Memory Design
How claude-code manages persistent knowledge across sessions, agents, and time.
Five Systems, Three Scopes
memory-hierarchy documents five distinct memory systems:
| System | Writer | Scope | Persistence |
|---|---|---|---|
| CLAUDE.md | User | Global + Project | Permanent |
| auto-memory | Claude | Project | Consolidated by auto-dream |
| Session memory | Claude | Session | Per-session transcript |
| Team memory | Agents | Team | Shared across teammate-tool |
| Agent memory | Agent | Per-agent | Private |
The Auto-Memory → Auto-Dream Pipeline
auto-memory writes continuously (triggers at 10K tokens, then every 5K/3 tool calls). Over time, this produces redundant, contradictory notes. auto-dream consolidates: reads all session transcripts, resolves contradictions, merges duplicates, rewrites memory into clean topic files. The dream runs as a forked-agent-pattern subagent with read-only code access.

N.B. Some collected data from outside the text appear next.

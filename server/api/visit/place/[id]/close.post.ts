import { closePlace } from '#server/services/visit/change-session'
import { defineStaffApi, idParams } from '#server/utils/api'

export default defineStaffApi({ params: idParams }, async ({ ctx, params }) => ({ id: (await closePlace(ctx, { placeId: params.id })).id }))
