import type { RoleName } from '#shared/domain/people/vocabulary'

/** Ids of one site that routes are tried with. */
export interface Ids { site: string, surgeon: string, practice: string, patient: string, pathway: string, fresh: string, biometry: string, visit: string, review: string, place: string, session: string, escalation: string, message: string, reply: string, list: string, case: string, other: string, import: string, attachment: string, merge: string }

export type Who = RoleName | 'community'
type Words = '' | 'all' | 'team' | string

export interface RouteRow {
  /** Below server/: `api/visit/index.post`. */
  file: string
  /** Whom it answers. `all`: everybody who is signed in; else the roles by name. `team`: the five roles of a site. `community`: for a pathway shared with their practice. */
  allow: Words
  path?: (ids: Ids) => string
  body?: (ids: Ids) => unknown
  /** Nobody has to be signed in; says why. */
  public?: string
  /** Ids of the path (or body) belong to a site: a colleague of another site is told that there is none. `refused` where the body names the site itself. */
  foreign?: 'hidden' | 'refused' | 'own-view'
}

const team = 'coordinator nurse optometrist surgeon clinical-lead'
const surgeons = 'surgeon clinical-lead'
const soon = (hours: number) => new Date(Date.now() + hours * 3_600_000).toISOString()
const findings = { painScore: 1, iopMmHg: 15 }
const measures = { axialLengthMm: 23.5, k1D: 43, k1AxisDegrees: 10, k2D: 44, k2AxisDegrees: 100 }
const plan = (ids: Ids) => ({ biometryId: ids.biometry, model: 'Monofocal', powerD: 21, targetD: 0, predictedD: 0, aConstant: 118.7 })
const note = { operatedAt: new Date(Date.now() - 3_600_000).toISOString(), anaesthesia: 'Drops', incision: '2.4 mm', technique: 'Divide', complications: [], lensModel: 'Monofocal', lensPowerD: 21, drops: [], dayOne: {} }
const noFlags = { suddenLoss: false, painOrRedness: false, flashesOrFloaters: false }
const rowVersion = 1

The four-gate trigger (24h, 5 sessions, 10min scan throttle, filesystem lock) ensures dreams only run when there's enough new material and the system is idle.
KAIROS Memory: Append-Only Logs
kairos can't rewrite memory in-place (perpetual sessions would corrupt intermediate states). Instead it uses append-only daily logs (logs/YYYY/MM/YYYY-MM-DD.md). Auto-dream distills these into MEMORY.md and topic files nightly.
Retrieval: LLM Reasoning, Not Embeddings
The system deliberately rejects vector search. Claude calls ls(), reasons about which files are relevant, then reads them. This is part of the grep-over-rag philosophy: LLM reasoning over filenames outperforms opaque vector matching for structured, human-readable files.
Hidden Cost
The extractMemories mechanism fires a background Opus API call per turn. This fire-and-forget call doubles effective token consumption (26M tokens instead of 13M per session). The cost is hidden from users.
Context Loading
system-prompt-assembly loads memory on every turn (not just session start): global CLAUDE.md, project CLAUDE.md, modular rules, auto-memory index (first 200 lines only). The index acts as a pointer structure — topic files are loaded on-demand.